Electronic Design
Reviving Bit-slice Technology in a Programmable Fashion

Reviving Bit-slice Technology in a Programmable Fashion

The term "Bit Slicing" was once dominant in history books as a technique for constructing a processor from processor modules of smaller bit width where each of these components processes one field or "slice" of an operand. Bit slice processors usually consist of an arithmetic logic unit (ALU) of 2, 4 or 8 bits and control lines. Using multiple, simpler ALUs was seen as a way to increase computing power in a cost-effective manner. The latest system-on-chip (SOC) technology revives bit-slice in a programmable fashion to serve the purpose of offloading the main CPU by intelligently assigning processing tasks to other processing.

How did bit-slice evolve over years?

In the early 70s, a number of very complex microprocessor designs passed the 8-bit barrier using very simple arithmetic logic units (ALUs). These sophisticated programmable digital systems weren't designed using 8, 16 or 32-bit microprocessors but rather cascaded 4-bit processors, known as bit-slice processors. These processors had very simple instruction sets (much simpler than today's RISC processors) but performed some very sophisticated processing. Devices such as AMD's Am2900 family and National Semiconductor's IMP-16 and IMP-8 were typically found in aviation systems, guidance and tracking systems, and early signal processing applications. Many of these bit-slice processors have gone the way of thru-hole components and have been replaced by the more popular 8- through 32-bit processors that are found in the market today. However, bit-slice processors are still found in some military, aerospace, industrial, and academic designs, and they are far from being dead. The marriage of programmable logic, such as PLDs and FPGAs with multiple reduced instructions set ALUs has opened up a new palette for the digital designers.

The programmable face-off of bit-slice technology

Given the numerous microprocessors and microcontrollers on the market today, why would one build a design using bit-slicing techniques? Given the many embedded designs the reader has probably completed during their design career the answer is simple - there are numerous tasks better performed by hardware than software. In order to keep production costs down, it's more cost-effective to select a high-performance processor and implement the hardware functions in software. What if instead of opting for a high-performance processor, a designer was able to use a low-cost microprocessor that included programmable logic and a number of simple instruction set ALUs. The microprocessor would then be able to perform simple tasks while the programmable logic and ALUs would handle the more complex, higher bit width processes.

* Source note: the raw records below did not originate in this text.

"""Tests of tsunamifocus.source.subfaults: a subfault table against a direct sum of Okada rectangles."""

from __future__ import annotations

import math
import warnings

import numpy as np
import pytest
from pyproj import Geod, Transformer

from tsunamifocus.constants import GRAVITY, RHO_SEAWATER
from tsunamifocus.errors import ScalingWarning, SourceError
from tsunamifocus.grid import make_grid
from tsunamifocus.io.subfaults import subfault_table_from_text
from tsunamifocus.source.energy import potential_energy
from tsunamifocus.source.okada import okada85
from tsunamifocus.source.rayfan import make_ray_fan
from tsunamifocus.source.subfaults import SubfaultRupture, rupture_from_subfaults
from tsunamifocus.source.summary import summarize_source
from tsunamifocus.source.uplift import uplift_on_grid

UTM = "EPSG:32610"
X0, Y0 = 500e3, 4000e3
HEADER = "lon,lat,depth_km,strike_deg,dip_deg,rake_deg,length_km,width_km,slip_m"


def flat_grid(half_km=300.0, cell_km=4.0, depth_m=4000.0):
    """Projected (UTM) grid centred on (X0, Y0) with constant depth."""
    x = X0 + np.arange(-half_km * 1e3, half_km * 1e3 + 1.0, cell_km * 1e3)
    y = Y0 + np.arange(-half_km * 1e3, half_km * 1e3 + 1.0, cell_km * 1e3)
    return make_grid(np.full((y.size, x.size), depth_m), x, y, UTM)


def plane_model(n_along=4, n_down=3, length_km=40.0, width_km=30.0, strike=10.0, dip=15.0, top_km=5.0,
                rake=80.0, slips=None):
    """Subfaults of one planar fault laid out in the UTM plane: list of dicts (centroids in metres)."""
    s = np.array([math.sin(math.radians(strike)), math.cos(math.radians(strike))])  # along strike
    n = np.array([math.cos(math.radians(strike)), -math.sin(math.radians(strike))])  # down-dip, horizontal
    if slips is None:
        slips = np.linspace(0.0, 8.0, n_along * n_down)  # includes one zero-slip subfault
    start = np.array([X0, Y0]) - 0.5 * n_along * length_km * 1e3 * s  # top-edge start of the whole fault
    out = []
    k = 0
    for i in range(n_along):
        for j in range(n_down):
            c = (start + (i + 0.5) * length_km * 1e3 * s
                 + (j + 0.5) * width_km * 1e3 * math.cos(math.radians(dip)) * n)
            dc = top_km + (j + 0.5) * width_km * math.sin(math.radians(dip))
            out.append(dict(c=c, depth_km=dc, strike=strike, dip=dip, rake=rake, L=length_km, W=width_km,
                            slip=float(slips[k]), s=s, n=n))
            k += 1
    return out


def direct_okada_sum(model, grid):
    """Sum of Okada (1985) rectangles evaluated directly in the plane (his frame, eq. 25-30 via okada85)."""
    X, Y = np.meshgrid(grid.x.values, grid.y.values)
    uz = np.zeros(X.shape)
    for f in model:
        dip = math.radians(f["dip"])
        d_low = (f["depth_km"] + 0.5 * f["W"] * math.sin(dip)) * 1e3
        low_mid = f["c"] + 0.5 * f["W"] * 1e3 * math.cos(dip) * f["n"]
        origin = low_mid - 0.5 * f["L"] * 1e3 * f["s"]  # start of the lower edge
        rx, ry = X - origin[0], Y - origin[1]
        xo = rx * f["s"][0] + ry * f["s"][1]  # Okada's x: along strike
        yo = -(rx * f["n"][0] + ry * f["n"][1])  # Okada's y: up-dip (the fault dips towards -y)
        rake = math.radians(f["rake"])
        uz += okada85(xo, yo, d_low, f["dip"], f["L"] * 1e3, f["W"] * 1e3, f["slip"] * math.cos(rake),
                      f["slip"] * math.sin(rake), 0.0)[2]
    return uz


def table_text(model, depth_at):
    """The model as a subfault table in lon/lat (positions and azimuths converted with pyproj)."""
    to_ll = Transformer.from_crs(UTM, "EPSG:4326", always_xy=True)
    geod = Geod(ellps="WGS84")
    rows = [f"# synthetic slip model, reference point = {depth_at}", HEADER]
    for f in model:
        p = f["c"].copy()
        dep = f["depth_km"]
        if depth_at == "top":
            p = p - 0.5 * f["W"] * 1e3 * math.cos(math.radians(f["dip"])) * f["n"]
            dep = dep - 0.5 * f["W"] * math.sin(math.radians(f["dip"]))
        lon, lat = to_ll.transform(*p)
        lon2, lat2 = to_ll.transform(*(p + 1000.0 * f["s"]))
        az = geod.inv(lon, lat, lon2, lat2)[0] % 360.0  # geodetic strike of the plane direction
        rows.append(f"{lon:.8f},{lat:.8f},{dep:.6f},{az:.6f},{f['dip']},{f['rake']},{f['L']},{f['W']},{f['slip']}")
    return "\n".join(rows) + "\n"


@pytest.fixture(scope="module")
def grid():
    return flat_grid()


@pytest.mark.parametrize("depth_at", ["top", "centroid"])
def test_table_matches_direct_sum_of_okada_rectangles(grid, depth_at):
    model = plane_model()
    ref = direct_okada_sum(model, grid)
    table = subfault_table_from_text(table_text(model, depth_at), depth_at=depth_at, origin="model.csv")
    with warnings.catch_warnings():
        warnings.simplefilter("ignore", ScalingWarning)
        rup = rupture_from_subfaults(table, name="model", force=True)
    eta = uplift_on_grid(rup, grid).values
    peak = np.abs(ref).max()
    # Okada (1985) is linear in slip and the field of a sum of dislocations is the sum of their
    # fields: the table path must reproduce the direct superposition. The package neglects each
    # subfault's field beyond its window radius (< ~1 % of that subfault's peak, see uplift.py).
    # (measured: 0.4 % of the peak here)
    assert np.abs(eta - ref).max() < 0.01 * peak
    e_ref = 0.5 * RHO_SEAWATER * GRAVITY * np.sum(ref**2) * 4e3 * 4e3  # E = 1/2 rho g sum(eta^2 dA)
    assert potential_energy(uplift_on_grid(rup, grid), grid) == pytest.approx(e_ref, rel=0.01)
    # zero-slip rows stay in the table but launch no Okada rectangle
    assert rup.n_subfaults == 12 and len(rup.segments) == 11


def test_moment_and_magnitude_are_summed():
    model = plane_model()
    table = subfault_table_from_text(table_text(model, "centroid"), depth_at="centroid")
    with warnings.catch_warnings():
        warnings.simplefilter("ignore", ScalingWarning)
        rup = rupture_from_subfaults(table, rigidity_pa=3.0e10, force=True)
    # M0 = sum(mu L W D) (definition of seismic moment) and Mw = 2/3 (log10 M0 - 9.1) (Hanks & Kanamori 1979)
    m0 = sum(3.0e10 * f["L"] * 1e3 * f["W"] * 1e3 * f["slip"] for f in model)
    assert rup.moment_nm == pytest.approx(m0, rel=1e-6)
    assert rup.mw == pytest.approx((2.0 / 3.0) * (math.log10(m0) - 9.1), abs=1e-6)
    # the model is 4 x 40 km along strike and 3 x 30 km down dip (by construction)
    assert rup.length_km == pytest.approx(160.0, rel=0.005)
    assert rup.width_km == pytest.approx(11 / 12 * 90.0, rel=0.005)  # slipping area / length


def test_per_row_rigidity_enters_the_moment():
    text = (HEADER + ",rigidity_pa\n"
            "140.0,35.0,10,0,20,90,20,20,2.0,3e10\n"
            "140.0,35.2,10,0,20,90,20,20,2.0,\n")
    table = subfault_table_from_text(text, depth_at="top")
    with warnings.catch_warnings():
        warnings.simplefilter("ignore", ScalingWarning)
        rup = rupture_from_subfaults(table, rigidity_pa=4.0e10, force=True)
    # M0 = mu A D per subfault (definition), the second row with the source's rigidity
    assert rup.moment_nm == pytest.approx((3e10 + 4e10) * 20e3 * 20e3 * 2.0, rel=1e-6)


def test_fan_is_weighted_by_the_summed_uplift(grid):
    # slip only on the northern half of the fault: the energy leaves from there
    slips = np.array([0, 0, 0, 0, 0, 0, 6, 6, 6, 6, 6, 6], dtype=float)
    model = plane_model(slips=slips)
    ref = direct_okada_sum(model, grid)
    table = subfault_table_from_text(table_text(model, "top"), depth_at="top")
    with warnings.catch_warnings():
        warnings.simplefilter("ignore", ScalingWarning)
        rup = rupture_from_subfaults(table, force=True)
    eta = uplift_on_grid(rup, grid)
    fan = make_ray_fan(eta, grid, 400, seed=1, stop_depth_m=20.0)
    # the fan's energy is the potential energy 1/2 rho g sum(eta^2 dA) of the summed surface
    e_ref = 0.5 * RHO_SEAWATER * GRAVITY * np.sum(ref**2) * 4e3 * 4e3
    assert fan.energy_J == pytest.approx(e_ref, rel=0.01)
    assert fan.weights.sum() == pytest.approx(fan.energy_J - fan.energy_shallow_J, rel=1e-9)
    # launch points lie where the uplift is: north of the fault's centre (Y0), none in the slip-free half
    w = fan.weights / fan.weights.sum()
    assert np.sum(w * fan.y0) > Y0 + 20e3
    assert np.all(fan.y0 > Y0 - 30e3)


def test_summary_of_a_subfault_model(grid):
    model = plane_model()
    table = subfault_table_from_text(table_text(model, "top"), depth_at="top", origin="model.csv")
    with warnings.catch_warnings():
        warnings.simplefilter("ignore", ScalingWarning)
        rup = rupture_from_subfaults(table, name="model", force=True)
    eta = uplift_on_grid(rup, grid)
    sm = summarize_source(rup, eta, grid)
    assert sm.kind == "subfaults" and sm.segments == []
    assert sm.details["n_subfaults"] == 12 and sm.details["n_slipping"] == 11
    assert sm.details["slip_max_m"] == pytest.approx(8.0)
    # map-view width of the slipping area: 11/12 of 3 x 30 km x cos(15 deg) (by construction)
    assert sm.source_width_km == pytest.approx(11 / 12 * 90.0 * math.cos(math.radians(15.0)), rel=0.01)
    assert "12 subfaults (11 with slip) from model.csv" in str(sm)


def test_tiled_rectangle_equals_the_whole_rectangle(grid):
    # Okada (1985) is linear: coplanar adjacent rectangles with one slip add up to the whole rectangle
    whole = plane_model(n_along=1, n_down=1, length_km=160.0, width_km=90.0, slips=[5.0])
    tiles = plane_model(slips=np.full(12, 5.0))
    t1 = subfault_table_from_text(table_text(whole, "top"), depth_at="top")
    t2 = subfault_table_from_text(table_text(tiles, "centroid"), depth_at="centroid")
    with warnings.catch_warnings():
        warnings.simplefilter("ignore", ScalingWarning)
        e1 = uplift_on_grid(rupture_from_subfaults(t1, force=True), grid).values
        e2 = uplift_on_grid(rupture_from_subfaults(t2, force=True), grid).values
    assert np.abs(e1 - e2).max() < 0.02 * np.abs(e1).max()


def test_sane_magnitude_range_applies_to_the_total():
    text = HEADER + "\n140.0,35.0,10,0,20,90,10,10,0.5\n"
    table = subfault_table_from_text(text, depth_at="top", origin="small.csv")
    with pytest.raises(SourceError, match=r"small.csv: .*outside the sane range"):
        rupture_from_subfaults(table)
    assert isinstance(rupture_from_subfaults(table, force=True), SubfaultRupture)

Let us explore a device with 24 such ALUs, which we will call "data-paths" with a mixture of PLDs. The data-path shown in Figure 1 contains:

  1. An 8-bit single-cycle ALU that can perform general-purpose functions including add, subtract, AND, OR, XOR, and PASS
  2. Associated compare and condition generation circuits
  3. Built in Cyclic Redundancy Check (CRC) and Pseudo Random Sequence (PRS) generation
  4. Variable Most Significant Byte (MSB) to be programmable specified for arbitrary width digital functions
  5. Two 4-byte deep FIFOs, two 8-bit wide data registers and two 8-bit accumulators
  6. Data inputs that can be support different types of data inputs: Configuration, control, and serial and parallel data
  7. Data output that can be various signals such as conditional, status data, etc.

Each one of these 8 bit data-paths can be coupled to its 8-bit data-path neighbor, which in turn can be coupled to its neighbor, and so on. An architecture of this nature effectively yields an 8 to n-bit processor in multiples of 8 bit. Note that the FIFOs, data registers, accumulators, and ALUs in the data-path can all be configured as n-bit in this manner. In addition, multi-byte data-path modules automatically chain the 8-bit data-paths together and the control signals and status outputs for each of the data-paths in the module.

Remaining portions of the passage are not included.